ABINGTON, Pa. (AP) - In a quiet cul-de-sac, set among million-dollar homes in the suburbs north of Philadelphia, a driveway leads to a tranquil estate with two stone houses and a chapel.
The land has been home to a wealthy executive's family, Roman Catholic nuns-in-training and a pair of Greek Orthodox monks.
But when a small congregation of Reform Jews struck a deal to buy it and applied for permission to turn it into a synagogue and Hebrew school, Abington Township officials refused.
``It was fine for the Catholic nuns, it was fine for the Orthodox monks. It ought to be fine for the Jewish minyan,'' said Anthony Picarello, a lawyer with the Becket Fund for Religious Liberty, a Washington, D.C., law firm helping the congregation sue.
Congregation Kol Ami's federal lawsuit, filed Wednesday, is one of a handful across the country that could test the constitutionality of the Religious Land Use and Institutionalized Persons Act of 2000.
The law was designed to prevent religious discrimination in local zoning by requiring municipalities to show a compelling interest, such as public safety, before denying a religious group's zoning request.
Kol Ami needed a variance for nontraditional use of property in the residential district. The Abington Township zoning board cited neighbors' concerns, mostly about traffic, in denying it.
``The prior use of the property is very, very different from what is being proposed,'' said Marc D. Jonas, an attorney hired by neighbors to fight the congregation's petition. ``They are entering and exiting onto a cul-de-sac, for God's sake.''
But David Sloviter, a past president of Kol Ami, said traffic studies show a synagogue and twice-a-week Hebrew school would yield less traffic than 11, 1-acre home sites, which the property could hold.
Some members of his 200-family congregation wonder why zoning exceptions were made for the nuns and the monks, but not for them, he said.
``I have resisted, personally, and others have all along, blaming this on any kind of anti-Semitism,'' Sloviter said. ``I'm trying to take the opponents as sincere, perhaps a little self-absorbed, but nothing sinister.''
The U.S. Supreme Court overturned a broader version of the law in 1997, saying Congress had exceeded its powers over states and federal courts.
The 2000 law is specific to local zoning rules; it effectively shifts the burden of proof from an applicant to the local government when religious use is involved.
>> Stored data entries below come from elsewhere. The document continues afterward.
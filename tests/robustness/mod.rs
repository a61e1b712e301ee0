//! Every run ends at its outlet or at a limit that the spec states, never in an error of the numerics; all at default
//! numerics.

use crate::support::{Case, Checks, Ran};

/// Rise of case A if nothing is cooled: 84 670 · 4/3900 [K].
const ADIABATIC_RISE: f64 = 86.84;

/// What every run must show, however wild: balances that hold, conversions that exist, no temperature from nowhere.
fn hold_sound(what: &str, run: &Ran) {
    let mut checks = Checks::default();
    checks.within(&format!("mass, {what}"), run.number("balance.mass"), 0.0, 1e-12);
    checks.within(&format!("energy, {what}"), run.number("balance.energy"), 0.0, 1e-5); // ten times the default 1e-6
    // A reactant that is used up ends within its absolute tolerance, 1e-8 of what was fed.
    checks.between(&format!("conversion, {what}"), run.number("outlet.conversion"), -1e-7, 1.0 + 1e-7);
    checks.between(&format!("conversion at the hot spot, {what}"), run.number("hot_spot.conversion"), -0.05, 1.05);
    checks.end();
}

/// Case A with feed and wall at a temperature.
fn case_a(temperature: f64) -> Case {
    Case::file("cases/case_a.yaml")
        .set("numerics", "{}")
        .set("feed.temperature", format_args!("{temperature:?} K"))
        .set("sections.tube.wall.temperature", format_args!("{temperature:?} K"))
}

/// Steps of 2 K from 314 K to 400 K.
fn temperatures() -> impl Iterator<Item = f64> {
    (0..=43).map(|step| 314.0 + 2.0 * f64::from(step))
}

#[test]
fn case_a_can_be_heated_through_runaway_and_far_beyond() {
    let mut rises = Vec::new();
    for temperature in temperatures() {
        let run = case_a(temperature).run();
        assert!(run.reached_the_outlet(), "nothing limits this run, at {temperature} K");
        hold_sound(&format!("{temperature} K"), &run);
        rises.push(run.number("hot_spot.rise"));
    }
    let until_it_ran_away: Vec<f64> = rises.iter().copied().take_while(|rise| *rise < 0.9 * ADIABATIC_RISE).collect();
    assert!(until_it_ran_away.is_sorted(), "until it has run away, hotter is hotter: {rises:?}");
    assert!(until_it_ran_away.len() > 3 && until_it_ran_away[0] < 10.0, "it begins far from runaway: {rises:?}");
    // Heat spreads a hundred times faster than reactant: it goes ahead into the fresh core, which then adds its own,
    // so that the hot spot may pass the adiabatic rise. Far beyond, the reaction is over before heat has moved.
    assert!(rises.iter().all(|rise| *rise < 1.25 * ADIABATIC_RISE), "{rises:?}");
    let last = rises.last().expect("runs were made");
    assert!((last / ADIABATIC_RISE - 1.0).abs() < 0.03, "{last} K at 400 K");
}

#[test]
fn a_run_of_case_a_through_runaway_agrees_with_a_finer_one() {
    let mut checks = Checks::default();
    for temperature in [330.0, 350.0, 370.0] {
        let fine = case_a(temperature).tubes(160).tolerance(1e-8).run();
        let run = case_a(temperature).run();
        let what = |name: &str| format!("{name} at {temperature} K");
        // Second order at N = 40 in a thin front: 5e-3, as beside an inlet; its place is that of a flat maximum.
        checks.relative(&what("hot spot"), run.number("hot_spot.rise"), fine.number("hot_spot.rise"), 5e-3);
        checks.relative(&what("its place"), run.number("hot_spot.z"), fine.number("hot_spot.z"), 2e-2);
        checks.relative(&what("X"), run.number("outlet.conversion"), fine.number("outlet.conversion"), 1e-3);
    }
    checks.end();
}

#[test]
fn a_limit_of_temperature_ends_every_run_of_case_a_that_passes_it() {
    let mut ended = 0;
    for temperature in temperatures() {
        let highest = temperature + 30.0;
        let run = case_a(temperature).set("limits.temperature.highest", format_args!("{highest:?} K")).run();
        let hottest = run.number("hot_spot.temperature");
        match run.0.end.limit {
            Some(limit) => {
                ended += 1;
                assert_eq!(limit, "limits.temperature.highest");
                // The hottest tube is at the limit; its axis may be above it by the curvature of a tube.
                assert!((0.0..1.0).contains(&(hottest - highest)), "{hottest} K where {highest} K is the limit");
                assert!(run.0.figure("outlet.conversion").is_some_and(|figure| figure.value.number().is_none()));
            }
            None => assert!(hottest < highest + 1.0, "{hottest} K where {highest} K is the limit"),
        }
    }
    assert!(ended > 30, "most of these runs are beyond runaway: {ended}");
}

/// Styrene with the gel effect of its part, the wall and the feed at a temperature.
fn gel(profile: &str, celsius: f64) -> Case {
    Case::file("cases/case_b.yaml")
        .set("numerics", "{}")
        .set("flow.profile", profile)
        .set("feed.temperature", format_args!("{celsius:?} degC"))
        .set("sections.tube.wall", format_args!("{{kind: wall_temperature, temperature: {celsius:?} degC}}"))
        .set("sections.tube.length", "400 m")
}

#[test]
fn a_gel_effect_can_be_followed_to_95_percent() {
    for profile in ["plug", "parabolic"] {
        for celsius in [80.0, 100.0, 120.0, 150.0, 180.0] {
            let run = gel(profile, celsius).run();
            let what = format!("gel effect, {profile}, {celsius} °C");
            assert!(run.reached_the_outlet(), "{what}");
            hold_sound(&what, &run);
            assert!(run.number("outlet.conversion") > 0.95, "{what}: {}", run.number("outlet.conversion"));
            assert!(run.number("balance.monomer_units") < 1e-12, "{what}");
        }
    }
}

#[test]
fn a_gel_effect_may_thicken_the_fluid_until_a_jet_shoots_through_it() {
    // Viscosity grows by ten decades and more; what is left is a jet far faster than the mean.
    for celsius in [80.0, 100.0, 120.0, 150.0] {
        let run = gel("from_viscosity", celsius).run();
        let what = format!("jet, {celsius} °C");
        assert!(run.reached_the_outlet(), "{what}");
        hold_sound(&what, &run);
        // No temperature from nowhere: far less than the adiabatic rise of 358 K is left at these walls.
        assert!(run.number("hot_spot.rise") < 100.0, "{what}: {}", run.number("hot_spot.rise"));
    }
}

#[test]
fn a_limit_of_viscosity_ends_a_run_before_the_jet() {
    let run = gel("from_viscosity", 100.0).set("limits.viscosity.highest", "1000 Pa.s").run();
    assert_eq!(run.0.end.limit, Some("limits.viscosity.highest"));
    hold_sound_up_to(&run);
}

#[test]
fn other_limits_end_runs_where_they_are_left() {
    for (path, value, name) in [
        ("limits.polymer_fraction.highest", "30 %", "limits.polymer_fraction.highest"),
        ("limits.dispersity.highest", "2.2", "limits.dispersity.highest"),
        ("limits.temperature.highest", "365 K", "limits.temperature.highest"),
    ] {
        let run = Case::file("cases/case_b.yaml").set("numerics", "{}").set(path, value).run();
        assert_eq!(run.0.end.limit, Some(name));
        hold_sound_up_to(&run);
    }
    let run = Case::file("cases/case_c.yaml").set("feed.pressure", "2000 Pa").run();
    assert_eq!(run.0.end.limit, Some("limits.pressure.lowest"), "a pressure of nothing ends a run");
    hold_sound_up_to(&run);
}

/// Balances up to the place where a limit ended the run.
fn hold_sound_up_to(run: &Ran) {
    let mut checks = Checks::default();
    checks.within("mass", run.number("balance.mass"), 0.0, 1e-12);
    checks.within("monomer units", run.number("balance.monomer_units"), 0.0, 1e-12);
    checks.within("energy", run.number("balance.energy"), 0.0, 1e-5);
    checks.end();
    assert!(run.0.end.z > 0.0);
}

#[test]
fn an_initiator_may_be_used_up() {
    // Twenty-nine half-lives; nothing else starts chains.
    for profile in ["plug", "parabolic"] {
        let run = Case::file("checks/dead_end.yaml")
            .set("numerics", "{}")
            .set("flow.profile", profile)
            .set("mixture.diffusivity", "0 m2/s")
            .set("sections.tube.length", "20 m")
            .run();
        assert!(run.reached_the_outlet());
        hold_sound(&format!("initiator used up, {profile}"), &run);
        let left = 1.0 - run.number("outlet.conversion_of.initiator");
        let mut checks = Checks::default();
        checks.within("initiator left", left, 0.0, 1e-5); // 2e-9, and the integrator's tolerance
        // −ln(1 − X) = 0.6928 + starts: 0.4998 with propagation alone, a little more with chain starts.
        checks.between("X", run.number("outlet.conversion"), 0.4998, 0.505);
        checks.end();
        // Without radicals to end it a chain would grow for ever: the run says that it is in doubt. It looks at the
        // mixing cup, in which the core of a parabola still brings initiator.
        let in_doubt = run.0.warnings.iter().any(|warning| warning.code == "quasi_steady_radicals");
        assert!(in_doubt || profile == "parabolic");
    }
}

#[test]
fn nothing_happens_without_an_initiator() {
    for path in ["checks/dead_end.yaml", "cases/case_b.yaml"] {
        let case = Case::file(path).set("numerics", "{}");
        let case = if path.starts_with("checks") {
            case.set("feed.concentrations.initiator", "0 mol/m3")
        } else {
            case.set("feed.mass_fractions.aibn", "0 %").set("polymerization.initiators.aibn.efficiency", "0 %")
        };
        let run = case.run();
        assert!(run.reached_the_outlet());
        hold_sound(path, &run);
        if path.starts_with("checks") {
            // A trace of chains stands in for none: R_I is 1e-10 mol/(m³ s) at least.
            assert!(run.number("outlet.conversion") < 1e-3, "{}", run.number("outlet.conversion"));
        }
    }
}

#[test]
fn a_monomer_may_be_used_up() {
    // Five times the initiator, long enough: initiation ends with the monomer, and the conversion does not pass 1.
    for profile in ["plug", "parabolic"] {
        let run = Case::file("checks/dead_end.yaml")
            .set("numerics", "{}")
            .set("flow.profile", profile)
            .set("polymerization.propagation", "200 m3/(mol s)")
            .set("sections.tube.length", "20 m")
            .run();
        assert!(run.reached_the_outlet());
        hold_sound(&format!("monomer used up, {profile}"), &run);
        assert!(run.number("outlet.conversion") > 0.9999, "{}", run.number("outlet.conversion"));
    }
}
Critics say that gives religious groups - and their affiliated schools, day care centers and other operations - an unfair advantage.
``A religious institution should be subject to the same standards as any other applicant ... seeking land use approval,'' said Robert Weiner, a Wilmington, Del., lawyer who heads the land-use section of the National Association of Counties.
Only one of the 10 known cases filed under the law so far has been resolved.
In December, the city of Grand Haven, Mich., agreed, through a federal consent decree, to let the Haven Shores Community Church use a commercially zoned storefront. Lawyers for local governments have argued they want to reserve commercial districts for tax-producing occupants.
The Becket Fund filed another storefront church case April 12 against the Atlanta suburb of Forest Park.
In Los Angeles, a small Orthodox Jewish congregation is suing over the denial of its request to hold services in a residential neighborhood.
Sloviter said Kol Ami has already spent $155,000 fighting the zoning issue. He said his group, which has been meeting at a college, won't find a comparable property in the area for the $1 million the Sisters of the Holy Family of Nazareth is willing to accept.
``It is their wish that this remain in religious use - as they say, 'Doing God's work,''' he said.